EXTRACTED RECORDS: Begin

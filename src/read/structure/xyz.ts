/**
 * Plain XYZ structure files, single- or multi-frame.
 *
 * Each frame is an atom-count line, one free comment line, then one line per atom:
 * `Sym x y z [ignored columns]`, Cartesian coordinates in Å, species as an element symbol (any
 * case) or an atomic number. Blank lines are allowed between frames and at the end. The format
 * has no formal standard; this follows the common practice of the XYZ files written by
 * molecular-modelling programs (common practice, no source).
 *
 * The frame walker here is shared with the extended XYZ reader (./extxyz), which only differs in
 * how the comment line declares the columns. Parsing is one pass over the text with no per-atom
 * allocation beyond the (cached) species strings, so cost is linear in the file size.
 */
import { InputError } from '../../core/errors';
import type { StructureFormat } from '../registry';
import { makeStructure, type Structure, type StructureInfo } from '../../structure/structure';
import { LineCursor, SpeciesResolver, locate, parseInteger, parseReal, quote } from './text';

/** Where each per-atom quantity sits in an atom line (token indices). */
export interface XyzColumnLayout {
  /** Token index of the species. */
  species: number;
  /** Token index of x (y and z follow). */
  position: number;
  /** Token index of the occupancy, or -1. */
  occupancy: number;
  /** Token index of a site label, or -1. */
  label: number;
  /** Number of tokens an atom line must have (at least, or exactly when `exact`). */
  columns: number;
  exact: boolean;
  /** Human description of the columns for error messages. */
  describe: string;
}

/** What the comment line of a frame says (besides the column layout). */
export interface XyzFrameHeader {
  layout: XyzColumnLayout;
  lattice: Float64Array | null;
  title?: string;
  extra?: Record<string, string>;
}

/** Column layout of a plain XYZ atom line. */
export const PLAIN_XYZ_LAYOUT: XyzColumnLayout = Object.freeze({
  species: 0, position: 1, occupancy: -1, label: -1, columns: 4, exact: false,
  describe: 'species x y z',
});

/**
 * Walk all frames of an XYZ-like file. `readHeader` interprets each comment line (given with
 * its 1-based line number) and returns the column layout and frame metadata.
 *
 * @throws InputError with file and 1-based line for any malformed count, comment or atom line.
 */
export function readXyzFrames(
  text: string,
  file: string,
  format: string,
  readHeader: (comment: string, line: number) => XyzFrameHeader,
): Structure[] {
  const cursor = new LineCursor(text);
  const resolver = new SpeciesResolver();
  const frames: Structure[] = [];
  for (;;) {
    // Count line: skip blank lines between frames and at the end.
    let found = false;
    while (cursor.next()) {
      if (!cursor.isBlank()) { found = true; break; }
    }
    if (!found) break;
    const countLine = cursor.lineNumber;
    const tokens = cursor.tokenize();
    const count = tokens === 1 ? parseInteger(cursor.token(0)) : NaN;
    if (!(count >= 0)) {
      const previous = frames.length > 0
        ? ` (if this is an atom line, the atom count of frame ${frames.length} is too small)`
        : '';
      throw new InputError(`expected an atom count (one whole number), found ${quote(cursor.line().trim())}${previous}`, { file, line: countLine });
    }
    // Each atom line needs at least "H 0 0 0" and a line break: bound the count by the text left.
    if (count > (text.length - cursor.end) / 8 + 1) {
      throw new InputError(`the atom count ${count} is more than the rest of the file can hold`, { file, line: countLine });
    }
    if (!cursor.next()) {
      throw new InputError(`the file ends after the atom count; a comment line and ${count} atom lines should follow`, { file, line: countLine });
    }
    const commentLine = cursor.lineNumber;
    const header = readHeader(cursor.line(), commentLine);
    const layout = header.layout;
    const species: string[] = new Array<string>(count);
    const positions = new Float64Array(3 * count);
    const occupancy = layout.occupancy >= 0 ? new Float64Array(count) : undefined;
    const labels: string[] | undefined = layout.label >= 0 ? new Array<string>(count) : undefined;
    for (let i = 0; i < count; i++) {
      if (!cursor.next()) {
        throw new InputError(`the file ends after ${i} of the ${count} atoms announced on line ${countLine}`, { file, line: cursor.lineNumber });
      }
      const line = cursor.lineNumber;
      const n = cursor.tokenize();
      if (n < layout.columns || (layout.exact && n !== layout.columns)) {
        const need = layout.exact ? `${layout.columns}` : `at least ${layout.columns}`;
        const hint = n === 1 && Number.isInteger(parseInteger(cursor.token(0)))
          ? ` (this looks like an atom count: line ${countLine} announces ${count} atoms but only ${i} follow)`
          : '';
        throw new InputError(`atom ${i + 1} of ${count}: expected ${need} columns (${layout.describe}), found ${n}${hint}`, { file, line });
      }
      const speciesToken = cursor.token(layout.species);
      const symbol = resolver.resolve(speciesToken);
      if (symbol === null) {
        throw new InputError(`unknown species ${quote(speciesToken)} (expected an element symbol or an atomic number 1-96)`, { file, line });
      }
      species[i] = symbol;
      for (let axis = 0; axis < 3; axis++) {
        const token = cursor.token(layout.position + axis);
        const value = parseReal(token);
        if (Number.isNaN(value)) {
          throw new InputError(`${'xyz'[axis]} coordinate ${quote(token)} is not a finite number`, { file, line });
        }
        positions[3 * i + axis] = value;
      }
      if (occupancy) {
        const token = cursor.token(layout.occupancy);
        const value = parseReal(token);
        if (!(value >= 0 && value <= 1)) {
          throw new InputError(`occupancy ${quote(token)} is not a number between 0 and 1`, { file, line });
        }
        occupancy[i] = value;
      }
      if (labels) labels[i] = cursor.token(layout.label);
    }
    const info: StructureInfo = { file, format, frame: frames.length };
    if (header.title !== undefined) info.title = header.title;
    if (header.extra !== undefined) info.extra = header.extra;
    try {
      frames.push(makeStructure({ species, positions, occupancy, labels, lattice: header.lattice, info }));
    } catch (error) {
      locate(error, file, commentLine);
    }
  }
  if (frames.length === 0) {
    throw new InputError('no frames: the file is empty or blank', { file, line: Math.max(1, cursor.lineNumber) });
  }
  return frames;
}

/** Read all frames of a plain XYZ file (comment line kept as the title). */
export function readXyz(text: string, file: string): Structure[] {
  return readXyzFrames(text, file, 'xyz', (comment) => ({
    layout: PLAIN_XYZ_LAYOUT,
    lattice: null,
    title: comment.trim(),
  }));
}

/**
 * Write one frame as plain XYZ (numbers in shortest round-trip form).
 *
 * @throws InputError when the frame has a lattice or partial occupancies, which plain XYZ cannot
 * hold (write extended XYZ or CIF instead); site labels are not kept.
 */
export function writeXyz(structure: Structure): string {
  if (structure.lattice) {
    throw new InputError('plain XYZ cannot hold a lattice; write extended XYZ (extxyz) or CIF instead', { file: structure.info.file });
  }
  const n = structure.species.length;
  for (let i = 0; i < n; i++) {
    if (structure.occupancy[i] !== 1) {
      throw new InputError(`plain XYZ cannot hold occupancies (atom ${i + 1} has ${structure.occupancy[i]}); write extended XYZ or CIF instead`, { file: structure.info.file });
    }
  }
  const parts: string[] = [String(n), (structure.info.title ?? '').replace(/[\r\n]+/g, ' ')];
  const p = structure.positions;
  for (let i = 0; i < n; i++) {
    parts.push(`${structure.species[i]} ${p[3 * i]} ${p[3 * i + 1]} ${p[3 * i + 2]}`);
  }
  return parts.join('\n') + '\n';
}

/** Cheap content test: an integer count line, then (unless the count is 0) an atom line. */
export function sniffXyz(text: string): boolean {
  const cursor = new LineCursor(text.length > 4096 ? text.slice(0, 4096) : text);
  while (cursor.next() && cursor.isBlank()) { /* skip leading blank lines */ }
  if (cursor.lineNumber === 0 || cursor.tokenize() !== 1) return false;
  const count = parseInteger(cursor.token(0));
  if (!(count >= 0)) return false;
  if (!cursor.next()) return false;
  if (count === 0) return true;
  if (!cursor.next() || cursor.tokenize() < 4) return false;
  const resolver = new SpeciesResolver();
  return resolver.resolve(cursor.token(0)) !== null
    && !Number.isNaN(parseReal(cursor.token(1)))
    && !Number.isNaN(parseReal(cursor.token(2)))
    && !Number.isNaN(parseReal(cursor.token(3)));
}

/** Registry entry for plain XYZ. */
export const XYZ_FORMAT: StructureFormat = Object.freeze({
  name: 'xyz',
  description: 'XYZ (atom count, comment, "Sym x y z" lines in Å; multi-frame)',
  extensions: Object.freeze(['.xyz']),
  sniff: sniffXyz,
  read: readXyz,
  write: writeXyz,
});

EXTRACTED RECORDS: End

== PROBLEM TO SOLVE ==
Set down only the lines above that fall between the line holding "const header = readHeader(cursor.line(), commentLine);" and the line holding "if (!(value >= 0", inclusive, keeping each exact.

== ANSWER TO THIS EXERCISE ==
    const header = readHeader(cursor.line(), commentLine);
    const layout = header.layout;
    const species: string[] = new Array<string>(count);
    const positions = new Float64Array(3 * count);
    const occupancy = layout.occupancy >= 0 ? new Float64Array(count) : undefined;
    const labels: string[] | undefined = layout.label >= 0 ? new Array<string>(count) : undefined;
    for (let i = 0; i < count; i++) {
      if (!cursor.next()) {
        throw new InputError(`the file ends after ${i} of the ${count} atoms announced on line ${countLine}`, { file, line: cursor.lineNumber });
      }
      const line = cursor.lineNumber;
      const n = cursor.tokenize();
      if (n < layout.columns || (layout.exact && n !== layout.columns)) {
        const need = layout.exact ? `${layout.columns}` : `at least ${layout.columns}`;
        const hint = n === 1 && Number.isInteger(parseInteger(cursor.token(0)))
          ? ` (this looks like an atom count: line ${countLine} announces ${count} atoms but only ${i} follow)`
          : '';
        throw new InputError(`atom ${i + 1} of ${count}: expected ${need} columns (${layout.describe}), found ${n}${hint}`, { file, line });
      }
      const speciesToken = cursor.token(layout.species);
      const symbol = resolver.resolve(speciesToken);
      if (symbol === null) {
        throw new InputError(`unknown species ${quote(speciesToken)} (expected an element symbol or an atomic number 1-96)`, { file, line });
      }
      species[i] = symbol;
      for (let axis = 0; axis < 3; axis++) {
        const token = cursor.token(layout.position + axis);
        const value = parseReal(token);
        if (Number.isNaN(value)) {
          throw new InputError(`${'xyz'[axis]} coordinate ${quote(token)} is not a finite number`, { file, line });
        }
        positions[3 * i + axis] = value;
      }
      if (occupancy) {
        const token = cursor.token(layout.occupancy);
        const value = parseReal(token);
        if (!(value >= 0 && value <= 1)) {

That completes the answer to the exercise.